(Stored items from a collection)
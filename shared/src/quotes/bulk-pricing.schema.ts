import * as z from 'zod';
import { plainText, QuantitySchema, RecordIdSchema, VersionSchema } from '../http/bounds';
import { ClaimedTotalsSchema } from '../pricing/verify-totals';
import { PricingVisitSchema, RequestPricingSchema, VisitKeySchema } from './request-pricing.schema';

/** An item as the client saw it: the change applies only if it is still at this version. */
export const ItemRefSchema = z.object({ id: RecordIdSchema, version: VersionSchema });
export type ItemRef = z.infer<typeof ItemRefSchema>;

const itemRefs = z
  .array(ItemRefSchema)
  .min(1, 'Select at least one item')
  .max(500)
  .refine((refs) => new Set(refs.map((r) => r.id)).size === refs.length, { error: 'An item is listed twice' });

/** One change applied to many items at once. */
export const BulkPriceItemsSchema = z.object({
  items: itemRefs,
  set: z
    .object({
      /** A rate-book entry id, or null to take the entry off. */
      entryId: RecordIdSchema.nullable().optional(),
      /** Site conditions of the items (replaces theirs). */
      adderIds: z.array(RecordIdSchema).max(20).optional(),
      quantity: QuantitySchema.optional(),
      visitKey: VisitKeySchema.optional(),
    })
    .refine((s) => s.entryId !== undefined || s.adderIds !== undefined || s.quantity !== undefined || s.visitKey !== undefined, {
      error: 'Choose something to change',
    }),
  /** The totals the client shows after the change; the server refuses the change when its own differ. */
  claimedTotals: ClaimedTotalsSchema.optional(),
});
export type BulkPriceItems = z.infer<typeof BulkPriceItemsSchema>;

/** Auto-pricing: every open item without an entry gets the suggested one; `items` narrows it. */
export const AutoPriceItemsSchema = z.object({ items: itemRefs.optional() });
export type AutoPriceItems = z.infer<typeof AutoPriceItemsSchema>;

export const AutoPriceResultSchema = z.object({
  pricing: RequestPricingSchema,
  pricedItemIds: z.array(z.number().int()),
  /** Items whose report gave no quantity: priced at 1 and flagged for the contractor to check. */
  assumedQuantityItemIds: z.array(z.number().int()),
  /** Items whose code has no entry in the rate book: still unpriced. */
  noEntryItemIds: z.array(z.number().int()),
});
export type AutoPriceResult = z.infer<typeof AutoPriceResultSchema>;

/** The contractor declines items as not in their scope. */
export const MarkOutOfScopeSchema = z.object({
  items: itemRefs,
  reason: plainText(500).trim().min(3, 'Say why these items are not in your scope').max(500),
});
export type MarkOutOfScope = z.infer<typeof MarkOutOfScopeSchema>;

/** The visits of a request (their site conditions and permit); items name their visit by key. */
export const UpdatePricingVisitsSchema = z.object({
  visits: z
    .array(PricingVisitSchema)
    .min(1)
    .max(20)
    .refine((visits) => new Set(visits.map((v) => v.key)).size === visits.length, { error: 'A visit is listed twice' }),
});
export type UpdatePricingVisits = z.input<typeof UpdatePricingVisitsSchema>;
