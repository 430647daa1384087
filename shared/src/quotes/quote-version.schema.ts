import * as z from 'zod';
import { trimmedText } from '../http/bounds';
import { ItemEditionNoteSchema } from '../items/line-item.schema';
import { QuoteBreakdownSchema } from '../pricing/pricing-breakdown.schema';
import { ClaimedTotalsSchema } from '../pricing/verify-totals';
import { QuoteChangesSchema } from './quote-changes.schema';

export const QUOTE_LINE_KINDS = ['priced', 'out-of-scope'] as const;

/** One line of a sent quote: a line item with the entry it was priced with, or one declined as not in scope. */
export const QuoteVersionLineSchema = z.object({
  lineItemId: z.number().int().nullable(),
  kind: z.enum(QUOTE_LINE_KINDS),
  code: z.string(),
  room: z.string(),
  location: z.string(),
  /** The entry version as priced (null for an out-of-scope line). */
  entry: z
    .object({
      id: z.number().int(),
      key: z.string(),
      version: z.number().int(),
      name: z.string(),
      unit: z.string(),
      mode: z.enum(['time-and-materials', 'flat']),
    })
    .nullable(),
  quantity: z.number().int().nullable(),
  isQuantityAssumed: z.boolean(),
  adders: z.array(z.object({ id: z.number().int(), key: z.string(), name: z.string() })),
  visitKey: z.string().nullable(),
  labourMinutes: z.number().int(),
  labourCents: z.number().int(),
  materialsCents: z.number().int(),
  flatCents: z.number().int(),
  /** labour share + materials + flat; the service call, permit and tax are visit figures. */
  lineCents: z.number().int(),
  outOfScopeReason: z.string().nullable(),
  /** The code in force when the house was built and the adopted edition, as it read when sent (information). */
  editionNote: ItemEditionNoteSchema.nullable(),
});
export type QuoteVersionLine = z.infer<typeof QuoteVersionLineSchema>;

export const QuoteContractorSchema = z.object({
  organisationId: z.number().int(),
  name: z.string(),
  licenceNumber: z.string().nullable(),
  licenceState: z.string().nullable(),
  licenceClass: z.string().nullable(),
  phone: z.string().nullable(),
  address: z.string().nullable(),
});
export type QuoteContractor = z.infer<typeof QuoteContractorSchema>;

/** A sent quote version: immutable once sent. */
export const QuoteVersionSchema = z.object({
  id: z.number().int(),
  requestId: z.number().int(),
  requestReference: z.string(),
  version: z.number().int(),
  /** Whether this is the latest version (the one the seller decides on). */
  isCurrent: z.boolean(),
  sentAt: z.string(),
  sentByName: z.string().nullable(),
  /** Last day the prices hold (YYYY-MM-DD). */
  validUntil: z.string(),
  contractor: QuoteContractorSchema,
  property: z.object({ street: z.string(), city: z.string(), state: z.string(), zip: z.string() }),
  lines: z.array(QuoteVersionLineSchema),
  breakdown: QuoteBreakdownSchema,
  cardDepositBp: z.number().int(),
  warrantyText: z.string(),
  safetyNotice: z.string(),
  note: z.string().nullable(),
  /** What changed against the version before (null for version 1). */
  changes: QuoteChangesSchema.nullable(),
  /** Where to download the PDF of this version. */
  pdfPath: z.string(),
});
export type QuoteVersion = z.infer<typeof QuoteVersionSchema>;

export const QuoteVersionSummarySchema = z.object({
  version: z.number().int(),
  isCurrent: z.boolean(),
  sentAt: z.string(),
  sentByName: z.string().nullable(),
  validUntil: z.string(),
  totalCents: z.number().int(),
  depositCents: z.number().int(),
  lineCount: z.number().int(),
  /** Total against the version before (null for version 1). */
  totalDeltaCents: z.number().int().nullable(),
});
export type QuoteVersionSummary = z.infer<typeof QuoteVersionSummarySchema>;

/** The longest note to the seller a quote may carry (the form counts towards it). */
export const QUOTE_NOTE_MAX = 1_000;

/** Sending the quote: the server prices the request itself and refuses a claim that differs. */
export const SendQuoteSchema = z.object({
  claimedTotals: ClaimedTotalsSchema.optional(),
  /** A note to the seller shown on the quote. */
  note: trimmedText(QUOTE_NOTE_MAX).optional(),
});
export type SendQuote = z.infer<typeof SendQuoteSchema>;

Exercise aim
The records need to be copied exactly, with no line left out.

Solved problem
filename shared/src/quotes/bulk-pricing.schema.ts
import * as z from 'zod';
import { plainText, QuantitySchema, RecordIdSchema, VersionSchema } from '../http/bounds';
import { ClaimedTotalsSchema } from '../pricing/verify-totals';
import { PricingVisitSchema, RequestPricingSchema, VisitKeySchema } from './request-pricing.schema';

/** An item as the client saw it: the change applies only if it is still at this version. */
export const ItemRefSchema = z.object({ id: RecordIdSchema, version: VersionSchema });
export type ItemRef = z.infer<typeof ItemRefSchema>;

const itemRefs = z
  .array(ItemRefSchema)
  .min(1, 'Select at least one item')
  .max(500)
  .refine((refs) => new Set(refs.map((r) => r.id)).size === refs.length, { error: 'An item is listed twice' });

/** One change applied to many items at once. */
export const BulkPriceItemsSchema = z.object({
  items: itemRefs,
  set: z
    .object({
      /** A rate-book entry id, or null to take the entry off. */
      entryId: RecordIdSchema.nullable().optional(),
      /** Site conditions of the items (replaces theirs). */
      adderIds: z.array(RecordIdSchema).max(20).optional(),
      quantity: QuantitySchema.optional(),
      visitKey: VisitKeySchema.optional(),
    })
    .refine((s) => s.entryId !== undefined || s.adderIds !== undefined || s.quantity !== undefined || s.visitKey !== undefined, {
      error: 'Choose something to change',
    }),
  /** The totals the client shows after the change; the server refuses the change when its own differ. */
  claimedTotals: ClaimedTotalsSchema.optional(),
});
export type BulkPriceItems = z.infer<typeof BulkPriceItemsSchema>;

/** Auto-pricing: every open item without an entry gets the suggested one; `items` narrows it. */
export const AutoPriceItemsSchema = z.object({ items: itemRefs.optional() });
export type AutoPriceItems = z.infer<typeof AutoPriceItemsSchema>;

export const AutoPriceResultSchema = z.object({
  pricing: RequestPricingSchema,
  pricedItemIds: z.array(z.number().int()),
  /** Items whose report gave no quantity: priced at 1 and flagged for the contractor to check. */
  assumedQuantityItemIds: z.array(z.number().int()),
  /** Items whose code has no entry in the rate book: still unpriced. */
  noEntryItemIds: z.array(z.number().int()),
});
export type AutoPriceResult = z.infer<typeof AutoPriceResultSchema>;

/** The contractor declines items as not in their scope. */
export const MarkOutOfScopeSchema = z.object({
  items: itemRefs,
  reason: plainText(500).trim().min(3, 'Say why these items are not in your scope').max(500),
});
export type MarkOutOfScope = z.infer<typeof MarkOutOfScopeSchema>;

/** The visits of a request (their site conditions and permit); items name their visit by key. */
export const UpdatePricingVisitsSchema = z.object({
  visits: z
    .array(PricingVisitSchema)
    .min(1)
    .max(20)
    .refine((visits) => new Set(visits.map((v) => v.key)).size === visits.length, { error: 'A visit is listed twice' }),
});
export type UpdatePricingVisits = z.input<typeof UpdatePricingVisitsSchema>;
repository 430647daa1384087
filename shared/src/quotes/quote-version.schema.ts
import * as z from 'zod';
import { trimmedText } from '../http/bounds';
import { ItemEditionNoteSchema } from '../items/line-item.schema';
import { QuoteBreakdownSchema } from '../pricing/pricing-breakdown.schema';
import { ClaimedTotalsSchema } from '../pricing/verify-totals';
import { QuoteChangesSchema } from './quote-changes.schema';

export const QUOTE_LINE_KINDS = ['priced', 'out-of-scope'] as const;

/** One line of a sent quote: a line item with the entry it was priced with, or one declined as not in scope. */
export const QuoteVersionLineSchema = z.object({
  lineItemId: z.number().int().nullable(),
  kind: z.enum(QUOTE_LINE_KINDS),
  code: z.string(),
  room: z.string(),
  location: z.string(),
  /** The entry version as priced (null for an out-of-scope line). */
  entry: z
    .object({
      id: z.number().int(),
      key: z.string(),
      version: z.number().int(),
      name: z.string(),
      unit: z.string(),
      mode: z.enum(['time-and-materials', 'flat']),
    })
    .nullable(),
  quantity: z.number().int().nullable(),
  isQuantityAssumed: z.boolean(),
  adders: z.array(z.object({ id: z.number().int(), key: z.string(), name: z.string() })),
  visitKey: z.string().nullable(),
  labourMinutes: z.number().int(),
  labourCents: z.number().int(),
  materialsCents: z.number().int(),
  flatCents: z.number().int(),
  /** labour share + materials + flat; the service call, permit and tax are visit figures. */
  lineCents: z.number().int(),
  outOfScopeReason: z.string().nullable(),
  /** The code in force when the house was built and the adopted edition, as it read when sent (information). */
  editionNote: ItemEditionNoteSchema.nullable(),
});
export type QuoteVersionLine = z.infer<typeof QuoteVersionLineSchema>;

export const QuoteContractorSchema = z.object({
  organisationId: z.number().int(),
  name: z.string(),
  licenceNumber: z.string().nullable(),
  licenceState: z.string().nullable(),
  licenceClass: z.string().nullable(),
  phone: z.string().nullable(),
  address: z.string().nullable(),
});
export type QuoteContractor = z.infer<typeof QuoteContractorSchema>;

/** A sent quote version: immutable once sent. */
export const QuoteVersionSchema = z.object({
  id: z.number().int(),
  requestId: z.number().int(),
  requestReference: z.string(),
  version: z.number().int(),
  /** Whether this is the latest version (the one the seller decides on). */
  isCurrent: z.boolean(),
  sentAt: z.string(),
  sentByName: z.string().nullable(),
  /** Last day the prices hold (YYYY-MM-DD). */
  validUntil: z.string(),
  contractor: QuoteContractorSchema,
  property: z.object({ street: z.string(), city: z.string(), state: z.string(), zip: z.string() }),
  lines: z.array(QuoteVersionLineSchema),
  breakdown: QuoteBreakdownSchema,
  cardDepositBp: z.number().int(),
  warrantyText: z.string(),
  safetyNotice: z.string(),
  note: z.string().nullable(),
  /** What changed against the version before (null for version 1). */
  changes: QuoteChangesSchema.nullable(),
  /** Where to download the PDF of this version. */
  pdfPath: z.string(),
});
export type QuoteVersion = z.infer<typeof QuoteVersionSchema>;

export const QuoteVersionSummarySchema = z.object({
  version: z.number().int(),
  isCurrent: z.boolean(),
  sentAt: z.string(),
  sentByName: z.string().nullable(),
  validUntil: z.string(),
  totalCents: z.number().int(),
  depositCents: z.number().int(),
  lineCount: z.number().int(),
  /** Total against the version before (null for version 1). */
  totalDeltaCents: z.number().int().nullable(),
});
export type QuoteVersionSummary = z.infer<typeof QuoteVersionSummarySchema>;

/** The longest note to the seller a quote may carry (the form counts towards it). */
export const QUOTE_NOTE_MAX = 1_000;

/** Sending the quote: the server prices the request itself and refuses a claim that differs. */
export const SendQuoteSchema = z.object({
  claimedTotals: ClaimedTotalsSchema.optional(),
  /** A note to the seller shown on the quote. */
  note: trimmedText(QUOTE_NOTE_MAX).optional(),
});
export type SendQuote = z.infer<typeof SendQuoteSchema>;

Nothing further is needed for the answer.